Include in the output exactly the lines from the opening of the data through the line containing "distance the admixture", and nothing more.

Collected data entries:
================================
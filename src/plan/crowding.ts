/**
 * Crowding: how much room each qubit has. A qubit's margin is its smallest distance to any
 * collision condition minus that condition's threshold (README physics conventions sec. 5):
 *
 *   idle margin   the smallest |f - f_c| - threshold over the idle detuning conditions (01-01,
 *                 01-12 both ways, next-01-01, tls beyond its width, readout) with the exact
 *                 spectra at parking, and for ZZ the distance to where |zeta| reaches the limit
 *                 with the neighbour where it parks (src/plan/rules/idle-blockers.ts, inside the
 *                 tunable range)
 *   CZ margin     for each gate the qubit moves in or watches as a spectator, the smallest
 *                 spectator distance at the interaction point minus the distance the admixture
 *                 limit needs (g_c / sqrt(spectatorAdmixture)), and cz-tls
 *
 * read in units of the expected frequency spread from fabrication, sigma_f = |df01/d ln E_J| *
 * resistanceSpread (default 2 %; src/plan/exact-state.ts). Flags point at real risks only: a
 * qubit is flagged when a margin below marginFlagSpreads spreads (default 3) belongs to a
 * condition fixed at fabrication - the qubit parked at a sweet spot, against another qubit at a
 * sweet spot, or against its own defect or resonator (the spread of a difference of two qubits is
 * sqrt(sigma_i^2 + sigma_j^2)). Interaction points, spectator moves and parking below a sweet
 * spot are control choices a lab re-tunes after fabrication; their margins are reported, not
 * flagged. Chip summary: the usable fraction of each qubit's window (the
 * part not blocked with the others where they park) and the 100 MHz bands where at least two
 * qubits, and at least half of those parked there, are flagged.
 */
import type { PlanContext } from './context.js';
import type { ExactQubitState } from './exact-state.js';
import { band, ghz, mhz } from './format.js';
import { coveredLength, signedDistance } from './intervals.js';
import type { EdgePlan } from './interaction/plan-edge.js';
import type { RuleName } from './rules/catalogue.js';
import type { Finding } from './rules/findings.js';
import { IdleBlockers, type FrequencyView } from './rules/idle-blockers.js';
import { emptyTableState } from './qubit-table.js';
import { narrowResonanceZz, secondOrderZz } from './zz-second-order.js';
import { admixtureChecks, admixtureHalfWidth } from './rules/spectator-admixture.js';

export interface QubitCrowding {
  /** Smallest margin (GHz), idle and CZ together. */
  marginGHz: number;
  idleMarginGHz: number;
  czMarginGHz: number;
  sigmaGHz: number;
  marginSpreads: number;
  /** The nearest condition. */
  nearest: { rule: RuleName; other: string | null };
  /** Fraction of the window (domain) not blocked by the others where they park. */
  usableFraction: number;
  /**
   * The smallest margin among the conditions fixed at fabrication (this qubit at a sweet spot, and
   * the other qubit of the condition too), in GHz and in spreads of the difference; null when the
   * qubit is off its sweet spots (its parking can be re-tuned after fabrication).
   */
  fabrication: { marginGHz: number; sigmaGHz: number; spreads: number; nearest: { rule: RuleName; other: string | null } } | null;
}

/** A qubit within this flux (Phi0) of 0 or 1/2 sits at a sweet spot. */
export const SWEET_SPOT_FLUX = 1e-6;

export interface CrowdedBand {
  loGHz: number;
  hiGHz: number;
  qubits: string[];
  flagged: string[];
}

export interface Crowding {
  qubits: QubitCrowding[];
  bands: CrowdedBand[];
  flags: Finding[];
}

export const CROWDING_DEFAULTS = Object.freeze({ bandGHz: 0.1 });

export function crowding(
  ctx: PlanContext,
  parkingGHz: ArrayLike<number>,
  states: readonly (ExactQubitState | null)[],
  zzScale: Float64Array,
  plans: readonly EdgePlan[],
): Crowding {
  const n = ctx.n;
  const view: FrequencyView = {
    freq: Float64Array.from(parkingGHz),
    states: ctx.tables.map((t, i) => t.at(parkingGHz[i], emptyTableState())),
    active: new Uint8Array(n).fill(1),
    zzScale,
    zzLimitGHz: ctx.rules.zzLimitGHz,
  };
  const blockers = new IdleBlockers(ctx);
  const czMargin = new Float64Array(n).fill(Infinity);
  const czNearest: { rule: RuleName; other: string | null }[] = Array.from({ length: n }, () => ({ rule: 'cz-spectator-01-01' as RuleName, other: null }));
  const r = ctx.rules;
  // Ties (within 1 kHz: plans read back carry 12 digits) keep the condition found first.
  const TIE = 1e-6;
  const noteCz = (q: number, m: number, rule: RuleName, other: number) => {
    if (m < czMargin[q] - TIE) {
      czMargin[q] = m;
      czNearest[q] = { rule, other: other >= 0 ? ctx.ids[other] : null };
    }
  };
  for (const p of plans) {
    if (!Number.isFinite(p.interactionGHz)) continue;
    const A = p.mover;
    const to = p.interactionGHz;
    const parked = new Map(p.parked.map((x) => [x.qubit, x]));
    for (const S of ctx.neighbours[A]) {
      if (S === p.partner) continue;
      const st = states[S];
      if (!st) continue;
      const f01 = parked.get(S)?.fGHz ?? st.f01GHz;
      const G = ctx.edges[ctx.edgeBetween(A, S)].gChargeGHz;
      for (const c of admixtureChecks(ctx, A, to, S, f01, G, p.crossing === '11-20')) {
        const m = c.distanceGHz - admixtureHalfWidth(c.couplingGHz, r.spectatorAdmixture);
        noteCz(A, m, c.rule, S);
        noteCz(S, m, c.rule, A);
      }
    }
    for (const t of ctx.qubits[A].tls) noteCz(A, Math.abs(to - t.atGHz) - t.widthGHz - r.tlsClearanceGHz, 'cz-tls', -1);
  }
  const qubits: QubitCrowding[] = [];
  const flags: Finding[] = [];
  // A qubit at a sweet spot cannot be re-tuned after fabrication without leaving it; below it,
  // it can (its parking is a control choice). Flags count only conditions whose every qubit sits
  // at a sweet spot, or a sweet-spot qubit against its own defects and resonator.
  const atSweetSpot = (q: number): boolean => {
    const st = states[q];
    return !!st && (Math.abs(st.flux) < SWEET_SPOT_FLUX || Math.abs(Math.abs(st.flux) - 0.5) < SWEET_SPOT_FLUX);
  };
  for (let i = 0; i < n; i++) {
    const f = parkingGHz[i];
    const list = blockers.of(i, view, []);
    let idle = Infinity;
    let nearest: { rule: RuleName; other: string | null } = { rule: '01-01', other: null };
    let fixed = Infinity;
    let fixedNearest: { rule: RuleName; other: string | null } = { rule: '01-01', other: null };
    let fixedSigma = NaN;
    const sigmaI = states[i]?.sigmaGHz ?? NaN;
    const note = (m: number, rule: RuleName, other: number) => {
      if (m < idle - TIE) {
        idle = m;
        nearest = { rule, other: other >= 0 ? ctx.ids[other] : null };
      }
      if (!atSweetSpot(i) || (other >= 0 && !atSweetSpot(other))) return;
      // the spread of a difference of two independent qubits' frequencies
      const sg = other >= 0 ? Math.hypot(sigmaI, states[other]?.sigmaGHz ?? 0) : sigmaI;
      if (m / sg < fixed / fixedSigma || !Number.isFinite(fixed)) {
        fixed = m;
        fixedSigma = sg;
        fixedNearest = { rule, other: other >= 0 ? ctx.ids[other] : null };
      }
    };
    // Detuning conditions, exact (they count even where tuning cannot reach them: fabrication can).
    const si = states[i];
    if (si) {
      for (const j of ctx.neighbours[i]) {
        const sj = states[j];
        if (!sj) continue;
        note(Math.abs(si.f01GHz - sj.f01GHz) - r.detuning0101GHz, '01-01', j);
        note(Math.abs(si.f01GHz - sj.f12GHz) - r.detuning0112GHz, '01-12', j);
        note(Math.abs(si.f12GHz - sj.f01GHz) - r.detuning0112GHz, '01-12', j);
      }
      for (const p of ctx.nextNearestOf[i]) {
        const pair = ctx.nextNearest[p];
        const k = pair.a === i ? pair.b : pair.a;
        const sk = states[k];
        if (sk) note(Math.abs(si.f01GHz - sk.f01GHz) - r.detuningNext0101GHz, 'next-01-01', k);
      }
      for (const d of ctx.qubits[i].tls) note(Math.abs(si.f01GHz - d.atGHz) - d.widthGHz - r.tlsClearanceGHz, 'tls', -1);
      const rd = ctx.qubits[i].readoutGHz;
      if (rd !== undefined) note(Math.abs(si.f01GHz - rd) - r.readoutDetuningGHz, 'readout', -1);
    }
    // ZZ: distance to where |zeta| reaches the limit (within the tunable range).
    for (const b of list) if (b.rule === 'zz') note(signedDistance(f, b), 'zz', b.other);
    const margin = Math.min(idle, czMargin[i]);
    if (czMargin[i] < idle - TIE) nearest = czNearest[i];
    const spreads = margin / sigmaI;
    const d = ctx.domains[i] ?? ctx.ranges[i];
    const length = d.hi - d.lo;
    const usable = length > 0 ? Math.max(0, 1 - coveredLength(d, list) / length) : f > d.lo - 1e-9 && f < d.hi + 1e-9 ? 1 : 0;
    const fixedSpreads = Number.isFinite(fixed) ? fixed / fixedSigma : Infinity;
    qubits.push({
      marginGHz: margin, idleMarginGHz: idle, czMarginGHz: czMargin[i], sigmaGHz: sigmaI, marginSpreads: spreads, nearest, usableFraction: usable,
      fabrication: Number.isFinite(fixed) ? { marginGHz: fixed, sigmaGHz: fixedSigma, spreads: fixedSpreads, nearest: fixedNearest } : null,
    });
    if (Number.isFinite(fixedSpreads) && fixedSpreads < r.marginFlagSpreads) {
      const what = fixedNearest.other ? `${fixedNearest.other} ${fixedNearest.rule}` : fixedNearest.rule;
      flags.push({
        rule: 'margin', qubits: fixedNearest.other ? [ctx.ids[i], fixedNearest.other] : [ctx.ids[i]], value: fixedSpreads, threshold: r.marginFlagSpreads,
        message: `${ctx.ids[i]} at its sweet spot ${ghz(f)}: margin ${mhz(fixed)} = ${fixedSpreads.toFixed(2)} fabrication spreads (sigma ${mhz(fixedSigma)}) to ${what}${fixedNearest.other ? ', also at its sweet spot' : ''}; below ${r.marginFlagSpreads}: a fabrication shift this size needs one of them tuned off its sweet spot`,
        details: { marginGHz: fixed, sigmaGHz: fixedSigma },
      });
    }
  }
  // Crowded bands.
  const bands: CrowdedBand[] = [];
  const width = CROWDING_DEFAULTS.bandGHz;
  const flagged = new Set(flags.map((fl) => fl.qubits[0]));
  const bins = new Map<number, number[]>();
  for (let i = 0; i < n; i++) {
    const k = Math.floor(parkingGHz[i] / width + 1e-9);
    bins.set(k, [...(bins.get(k) ?? []), i]);
  }
  for (const k of [...bins.keys()].sort((a, b) => a - b)) {
    const members = bins.get(k)!.map((i) => ctx.ids[i]);
    const bad = members.filter((id) => flagged.has(id));
    if (bad.length >= 2 && 2 * bad.length >= members.length) bands.push({ loGHz: k * width, hiGHz: (k + 1) * width, qubits: members, flagged: bad });
  }
  return { qubits, bands, flags };
}

/**
 * Per-edge factor that makes the second-order ZZ estimate equal the exact ZZ at the parking point
 * (1 where the estimate is tiny or the ratio is implausible), so ZZ margins read the exact limit.
 */
export function calibratedZzScale(ctx: PlanContext, parkingGHz: ArrayLike<number>, exactZzGHz: Float64Array): Float64Array {
  const scale = new Float64Array(ctx.edges.length).fill(1);
  const a = emptyTableState();
  const b = emptyTableState();
  for (const e of ctx.edges) {
    const sa = ctx.tables[e.a].at(parkingGHz[e.a], a);
    const sb = ctx.tables[e.b].at(parkingGHz[e.b], b);
    const est = secondOrderZz(sa, sb, e.gChargeGHz) + narrowResonanceZz(sa, sb, e.gChargeGHz);
    const ratio = exactZzGHz[e.index] / est;
    if (Math.abs(est) > 1e-9 && ratio > 0.2 && ratio < 5) scale[e.index] = ratio;
  }
  return scale;
}

/** One line per crowded band: "5.100-5.200 GHz: 6 qubits parked, 4 flagged (Q1, Q4, Q7, Q9)". */
export function bandText(b: CrowdedBand): string {
  return `${band(b.loGHz, b.hiGHz)}: ${b.qubits.length} qubits parked, ${b.flagged.length} with margins under the flag (${b.flagged.join(', ')})`;
}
================================
**ANSWER TO THE EXERCISE:**
filename src/plan/crowding.ts
/**
 * Crowding: how much room each qubit has. A qubit's margin is its smallest distance to any
 * collision condition minus that condition's threshold (README physics conventions sec. 5):
 *
 *   idle margin   the smallest |f - f_c| - threshold over the idle detuning conditions (01-01,
 *                 01-12 both ways, next-01-01, tls beyond its width, readout) with the exact
 *                 spectra at parking, and for ZZ the distance to where |zeta| reaches the limit
 *                 with the neighbour where it parks (src/plan/rules/idle-blockers.ts, inside the
 *                 tunable range)
 *   CZ margin     for each gate the qubit moves in or watches as a spectator, the smallest
 *                 spectator distance at the interaction point minus the distance the admixture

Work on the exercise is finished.